Tuesday, October 9, 2012

CI Project Proposal

We would like to tackle the problem of maintaining a healthy, sustainable, affordable, and satisfying diet. As each of us is in or nearing middle-age, we recognize that our old eating habits are no longer good enough. But like most Americans, we find ourselves greatly challenged in doing something about it.

To varying degrees, we succumb to eating what is available and convenient rather than what is right. Breakfast, if we have time for it at all, is whatever we can grab running out the door, and is usually something bland and packaged (not to mention laden with fats, sugars, chemicals, and other stuff we need to cut out). Lunch might be spaced out among coffee breaks -- with each course costing $1.25 at a vending machine. Dinner is whatever we feel like microwaving, or perhaps a short sequence of 'stuff we know the kids will eat'. And whenever we are tired, it's fast food takeout -- and rarely from the healthier parts of the menu.

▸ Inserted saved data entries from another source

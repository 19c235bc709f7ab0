import type { Knex } from "knex";

// Evaluations counted per token, version and day: who to tell when a version is retired.
export async function up(knex: Knex): Promise<void> {
  await knex.schema.createTable("token_version_usage", (t) => {
    t.integer("token_id").unsigned().notNullable().references("id").inTable("api_tokens").onDelete("CASCADE");
    t.integer("version_id").unsigned().notNullable().references("id").inTable("model_versions").onDelete("CASCADE");
    t.date("day").notNullable();
    t.bigInteger("requests").unsigned().notNullable().defaultTo(0);
    t.bigInteger("wavefronts").unsigned().notNullable().defaultTo(0);
    t.timestamp("last_used_at", { precision: 3 }).notNullable();
    t.primary(["token_id", "version_id", "day"]);
    t.index(["version_id", "day"]);
  });
}

export async function down(knex: Knex): Promise<void> {
  await knex.schema.dropTable("token_version_usage");
}
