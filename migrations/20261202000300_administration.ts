import type { Knex } from "knex";

// Administration: invitations by e-mail (only the SHA-256 of the one-time secret is stored; a link expires and is
// used once) and where each audited action came from.
// Role names are written out here, not imported, so this migration stays what it was when it ran.
export async function up(knex: Knex): Promise<void> {
  await knex.schema.createTable("invitations", (t) => {
    t.increments("id").primary();
    t.string("email", 254).notNullable();
    t.json("roles").notNullable();
    t.specificType("secret_sha256", "char(64)").notNullable().unique();
    t.integer("invited_by").unsigned().nullable().references("id").inTable("users").onDelete("SET NULL");
    t.timestamp("created_at", { precision: 3 }).notNullable().defaultTo(knex.fn.now(3));
    t.timestamp("expires_at", { precision: 3 }).notNullable();
    t.timestamp("accepted_at", { precision: 3 }).nullable();
    t.integer("accepted_user_id").unsigned().nullable().references("id").inTable("users").onDelete("SET NULL");
    t.timestamp("withdrawn_at", { precision: 3 }).nullable();
    t.index(["email"]);
  });

  await knex.schema.alterTable("audit_events", (t) => {
    // An IPv6 address in text is at most 45 characters.
    t.string("client_address", 45).nullable();
    t.index(["action", "occurred_at"]);
  });
}

export async function down(knex: Knex): Promise<void> {
  await knex.schema.alterTable("audit_events", (t) => {
    t.dropIndex(["action", "occurred_at"]);
    t.dropColumn("client_address");
  });
  await knex.schema.dropTable("invitations");
}
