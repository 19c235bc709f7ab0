import type { Knex } from "knex";

// States are written out here, not imported, so this migration stays what it was when it ran.
const STATES = ["queued", "sent", "failed"];

// Every e-mail the product sends, one row per recipient: written with the event that causes it (in the same
// transaction), sent by a worker from the queue, retried until it goes out or its tries run out.
export async function up(knex: Knex): Promise<void> {
  await knex.schema.createTable("notifications", (t) => {
    t.bigIncrements("id").primary();
    // What the mail is about (a version submitted, a decision, ...); a plain string so new kinds need no migration.
    t.string("kind", 40).notNullable();
    t.string("recipient", 254).notNullable();
    t.integer("recipient_user_id").unsigned().nullable().references("id").inTable("users").onDelete("SET NULL");
    t.string("subject", 250).notNullable();
    t.text("body").notNullable();
    // The version the mail is about, when there is one.
    t.integer("version_id").unsigned().nullable().references("id").inTable("model_versions").onDelete("SET NULL");
    t.enu("state", STATES).notNullable().defaultTo("queued");
    t.integer("attempts").unsigned().notNullable().defaultTo(0);
    t.string("last_error", 1000).nullable();
    t.string("message_id", 250).nullable();
    t.timestamp("created_at", { precision: 3 }).notNullable().defaultTo(knex.fn.now(3));
    t.timestamp("last_attempt_at", { precision: 3 }).nullable();
    t.timestamp("sent_at", { precision: 3 }).nullable();
    t.index(["state", "created_at"]);
    t.index(["version_id"]);
  });
}

export async function down(knex: Knex): Promise<void> {
  await knex.schema.dropTable("notifications");
}
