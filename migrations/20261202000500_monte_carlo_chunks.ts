import type { Knex } from "knex";

// Monte Carlo runs store what each chunk of samples found (peaks histogram, worst samples) as run chunks of their own.
export async function up(knex: Knex): Promise<void> {
  await knex.raw("ALTER TABLE run_chunks MODIFY sample_set ENUM('generating', 'validation', 'monte-carlo') NOT NULL");
}

export async function down(knex: Knex): Promise<void> {
  await knex("run_chunks").where({ sample_set: "monte-carlo" }).delete();
  await knex.raw("ALTER TABLE run_chunks MODIFY sample_set ENUM('generating', 'validation') NOT NULL");
}
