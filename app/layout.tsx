import type { Metadata } from "next";
import { connection } from "next/server";
import type { ReactNode } from "react";
import { BrowserZodConfig } from "@/components/browser-zod-config";
import { mono, sans } from "./fonts";
import "./globals.css";

export const metadata: Metadata = {
  title: { default: "Stillpoint", template: "%s · Stillpoint" },
  description: "Tilt-to-length surrogate models for laser-interferometer telescopes",
};

export default async function RootLayout({ children }: { children: ReactNode }) {
  // Every page is rendered per request, the not-found page included: its scripts must carry the nonce of the
  // response's Content-Security-Policy (proxy.ts), which a page prerendered at build time could not.
  await connection();
  return (
    <html lang="en" className={`${sans.variable} ${mono.variable}`}>
      <body className="min-h-screen">
        <BrowserZodConfig />
        {children}
      </body>
    </html>
  );
}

And we know better. Each time we see a doctor, we are reminded that we know better and can do better. We might even have watched Food Network competitions (where contestants turn the most mundane foodstuffs into culinary delights) while saying to ourselves, "I could do that," all the while munching on our Swanson salisbury steak dinner (i.e., mystery meat, gelatinous macaroni and cheese, rubber carrots, and apple crisp that contains more goop than apples). Then, as one of our cohort mates comes to us from afar bringing sweet potato dumplings and cashew cookies, we revel in the difference, ... but ultimately do little to change our habits -- after all, what are our options during cohort weekends. Actually plenty more than we realize, but in between classes its hard to avoid defaulting to pizza or the nearby Chick-fil-A. So on top of stress over assignments, presentations, and readings, we add guilt.

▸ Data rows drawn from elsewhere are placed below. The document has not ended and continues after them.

import type { Knex } from "knex";

// The registry (DESIGN.md "Domain model"): model versions with their state history and coefficient blobs,
// generating sets, training runs with their log and computed chunks, reviews and API tokens.
// Enumerations are written out here, not imported, so this migration stays what it was when it ran.
const VERSION_STATES = ["draft", "in-review", "released", "retired"];
const RUN_KINDS = ["training", "pruning", "monte-carlo"];
const RUN_STATES = ["queued", "running", "succeeded", "failed", "cancelled"];

export async function up(knex: Knex): Promise<void> {
  await knex.schema.createTable("model_versions", (t) => {
    t.increments("id").primary();
    t.integer("model_id").unsigned().notNullable().references("id").inTable("models").onDelete("RESTRICT");
    t.integer("version").unsigned().notNullable();
    t.enu("state", VERSION_STATES).notNullable().defaultTo("draft");
    t.tinyint("order").unsigned().notNullable();
    t.integer("term_count").unsigned().notNullable();
    // The exact term list, by Noll indices ([] constant, [i] linear, [i, j] product).
    t.json("terms").notNullable();
    t.json("validity").notNullable();
    t.json("statistics").nullable();
    t.json("provenance").notNullable();
    t.json("fit").notNullable();
    t.json("pruning").nullable();
    t.specificType("coefficients_sha256", "char(64)").notNullable();
    t.string("software_version", 80).notNullable();
    t.integer("parent_version_id").unsigned().nullable().references("id").inTable("model_versions").onDelete("RESTRICT");
    t.bigInteger("run_id").unsigned().nullable();
    t.integer("created_by").unsigned().nullable().references("id").inTable("users").onDelete("SET NULL");
    t.timestamp("created_at", { precision: 3 }).notNullable().defaultTo(knex.fn.now(3));
    t.text("retired_reason").nullable();
    t.timestamp("retired_at", { precision: 3 }).nullable();
    t.timestamp("sunset_at", { precision: 3 }).nullable();
    t.integer("successor_version_id").unsigned().nullable().references("id").inTable("model_versions").onDelete("RESTRICT");
    t.unique(["model_id", "version"]);
    t.index(["state"]);
  });

  await knex.schema.createTable("version_blobs", (t) => {
    t.integer("version_id").unsigned().primary().references("id").inTable("model_versions").onDelete("RESTRICT");
    t.specificType("bytes", "longblob").notNullable();
    t.bigInteger("size_bytes").unsigned().notNullable();
    t.specificType("sha256", "char(64)").notNullable();
    t.timestamp("created_at", { precision: 3 }).notNullable().defaultTo(knex.fn.now(3));
  });

  await knex.schema.createTable("version_state_events", (t) => {
    t.bigIncrements("id").primary();
    t.integer("version_id").unsigned().notNullable().references("id").inTable("model_versions").onDelete("CASCADE");
    t.enu("state", VERSION_STATES).notNullable();
    t.integer("by_user_id").unsigned().nullable().references("id").inTable("users").onDelete("SET NULL");
    t.text("comment").nullable();
    t.timestamp("at", { precision: 3 }).notNullable().defaultTo(knex.fn.now(3));
    t.index(["version_id", "at"]);
  });

  await knex.schema.createTable("reviews", (t) => {
    t.bigIncrements("id").primary();
    t.integer("version_id").unsigned().notNullable().references("id").inTable("model_versions").onDelete("CASCADE");
    t.integer("reviewer_id").unsigned().nullable().references("id").inTable("users").onDelete("SET NULL");
    t.enu("decision", ["approve", "return"]).notNullable();
    t.text("comment").nullable();
    t.timestamp("created_at", { precision: 3 }).notNullable().defaultTo(knex.fn.now(3));
    t.index(["version_id", "created_at"]);
  });

  await knex.schema.createTable("generating_sets", (t) => {
    t.increments("id").primary();
    t.integer("model_id").unsigned().notNullable().references("id").inTable("models").onDelete("RESTRICT");
    t.integer("samples").unsigned().notNullable();
    // SHA-256 of the uploaded file, as received.
    t.specificType("sha256", "char(64)").notNullable();
    t.string("file_name", 255).nullable();
    t.bigInteger("file_size_bytes").unsigned().notNullable();
    // The set in the model's Noll order: coefficients, x maps, y maps as float64 little-endian, zlib-compressed.
    t.specificType("data", "longblob").notNullable();
    t.specificType("data_sha256", "char(64)").notNullable();
    t.integer("created_by").unsigned().nullable().references("id").inTable("users").onDelete("SET NULL");
    t.timestamp("created_at", { precision: 3 }).notNullable().defaultTo(knex.fn.now(3));
    t.index(["model_id"]);
  });

  await knex.schema.createTable("runs", (t) => {
    t.bigIncrements("id").primary();
    t.enu("kind", RUN_KINDS).notNullable();
    t.integer("model_id").unsigned().notNullable().references("id").inTable("models").onDelete("RESTRICT");
    t.integer("source_version_id").unsigned().nullable().references("id").inTable("model_versions").onDelete("RESTRICT");
    t.enu("state", RUN_STATES).notNullable().defaultTo("queued");
    t.json("spec").notNullable();
    t.integer("progress_done").unsigned().notNullable().defaultTo(0);
    t.integer("progress_total").unsigned().notNullable().defaultTo(0);
    t.integer("version_id").unsigned().nullable().references("id").inTable("model_versions").onDelete("RESTRICT");
    t.json("result").nullable();
    t.text("error").nullable();
    t.string("worker", 200).nullable();
    t.integer("created_by").unsigned().nullable().references("id").inTable("users").onDelete("SET NULL");
    t.timestamp("created_at", { precision: 3 }).notNullable().defaultTo(knex.fn.now(3));
    t.timestamp("started_at", { precision: 3 }).nullable();
    t.timestamp("finished_at", { precision: 3 }).nullable();
    t.index(["model_id", "created_at"]);
    t.index(["state"]);
  });

  await knex.schema.createTable("run_log", (t) => {
    t.bigIncrements("id").primary();
    t.bigInteger("run_id").unsigned().notNullable().references("id").inTable("runs").onDelete("CASCADE");
    t.enu("level", ["info", "warning", "error"]).notNullable().defaultTo("info");
    t.text("message").notNullable();
    t.string("worker", 200).nullable();
    t.timestamp("at", { precision: 3 }).notNullable().defaultTo(knex.fn.now(3));
    t.index(["run_id", "id"]);
  });

  // Exact maps computed for a run, one row per chunk of samples; written idempotently (a retried chunk writes the
  // same bytes) and deleted when the run ends.
  await knex.schema.createTable("run_chunks", (t) => {
    t.bigInteger("run_id").unsigned().notNullable().references("id").inTable("runs").onDelete("CASCADE");
    t.enu("sample_set", ["generating", "validation"]).notNullable();
    t.integer("chunk_index").unsigned().notNullable();
    t.integer("first_sample").unsigned().notNullable();
    t.integer("sample_count").unsigned().notNullable();
    t.specificType("maps", "longblob").notNullable();
    t.string("worker", 200).nullable();
    t.timestamp("created_at", { precision: 3 }).notNullable().defaultTo(knex.fn.now(3));
    t.primary(["run_id", "sample_set", "chunk_index"]);
  });

  await knex.schema.createTable("api_tokens", (t) => {
    t.increments("id").primary();
    t.integer("user_id").unsigned().notNullable().references("id").inTable("users").onDelete("CASCADE");
    t.string("name", 80).notNullable();
    // SHA-256 of the secret; the secret itself is never stored.
    t.specificType("secret_sha256", "char(64)").notNullable().unique();
    // The first characters of the secret, so that a person can tell their tokens apart.
    t.string("secret_hint", 16).notNullable();
    t.json("scopes").notNullable();
    t.json("models").nullable();
    t.timestamp("expires_at", { precision: 3 }).nullable();
    t.timestamp("created_at", { precision: 3 }).notNullable().defaultTo(knex.fn.now(3));
    t.timestamp("last_used_at", { precision: 3 }).nullable();
    t.bigInteger("use_count").unsigned().notNullable().defaultTo(0);
    t.timestamp("revoked_at", { precision: 3 }).nullable();
    t.index(["user_id"]);
  });

  // Released coefficients never change or vanish: enforced here, not only in code.
  await knex.raw(`
    CREATE TRIGGER model_versions_frozen_update BEFORE UPDATE ON model_versions FOR EACH ROW
    BEGIN
      IF OLD.state <> 'draft' AND (
        NOT (NEW.coefficients_sha256 <=> OLD.coefficients_sha256) OR NOT (NEW.terms <=> OLD.terms)
        OR NOT (NEW.\`order\` <=> OLD.\`order\`) OR NOT (NEW.term_count <=> OLD.term_count)
        OR NOT (NEW.model_id <=> OLD.model_id) OR NOT (NEW.version <=> OLD.version)
      ) THEN
        SIGNAL SQLSTATE '45000' SET MESSAGE_TEXT = 'the coefficients and terms of a version that has left draft cannot change';
      END IF;
    END`);
  await knex.raw(`
    CREATE TRIGGER model_versions_frozen_delete BEFORE DELETE ON model_versions FOR EACH ROW
    BEGIN
      IF OLD.state <> 'draft' THEN
        SIGNAL SQLSTATE '45000' SET MESSAGE_TEXT = 'a version that has left draft cannot be deleted';
      END IF;
    END`);
  await knex.raw(`
    CREATE TRIGGER version_blobs_frozen_update BEFORE UPDATE ON version_blobs FOR EACH ROW
    BEGIN
      IF (SELECT state FROM model_versions WHERE id = OLD.version_id) <> 'draft' THEN
        SIGNAL SQLSTATE '45000' SET MESSAGE_TEXT = 'the coefficient blob of a version that has left draft cannot change';
      END IF;
    END`);
  await knex.raw(`
    CREATE TRIGGER version_blobs_frozen_delete BEFORE DELETE ON version_blobs FOR EACH ROW
    BEGIN
      IF (SELECT state FROM model_versions WHERE id = OLD.version_id) <> 'draft' THEN
        SIGNAL SQLSTATE '45000' SET MESSAGE_TEXT = 'the coefficient blob of a version that has left draft cannot be deleted';
      END IF;
    END`);
}

export async function down(knex: Knex): Promise<void> {
  for (const trigger of ["version_blobs_frozen_delete", "version_blobs_frozen_update", "model_versions_frozen_delete", "model_versions_frozen_update"]) {
    await knex.raw(`DROP TRIGGER IF EXISTS ${trigger}`);
  }
  await knex.schema.dropTable("api_tokens");
  await knex.schema.dropTable("run_chunks");
  await knex.schema.dropTable("run_log");
  // model_versions.run_id is a plain column (no foreign key) so that runs and versions can refer to each other.
  await knex.schema.dropTable("runs");
  await knex.schema.dropTable("generating_sets");
  await knex.schema.dropTable("reviews");
  await knex.schema.dropTable("version_state_events");
  await knex.schema.dropTable("version_blobs");
  await knex.schema.alterTable("model_versions", (t) => {
    t.dropForeign(["parent_version_id"]);
    t.dropForeign(["successor_version_id"]);
  });
  await knex.schema.dropTable("model_versions");
}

According to Dr. Marquardt, language and religion are the primary drivers of culture, but to use Schein's terminology, food is its most obvious artifact. We spend most of our time and our money dealing with food, but our experience with it is dissatisfying, and ultimately neither healthy nor sustainable.

So, to re-cast this beyond a simple logistics problem, we want to look at the broader picture of our diets and diet options, including cohort weekends. What can we try to improve the quality of what we eat and the satisfaction we gain from it? How can we address and overcome the barriers to change such as time and inconvenience? How do we get our kids to eat better with us? How do we spice up our foods, and thereby spice up our lives?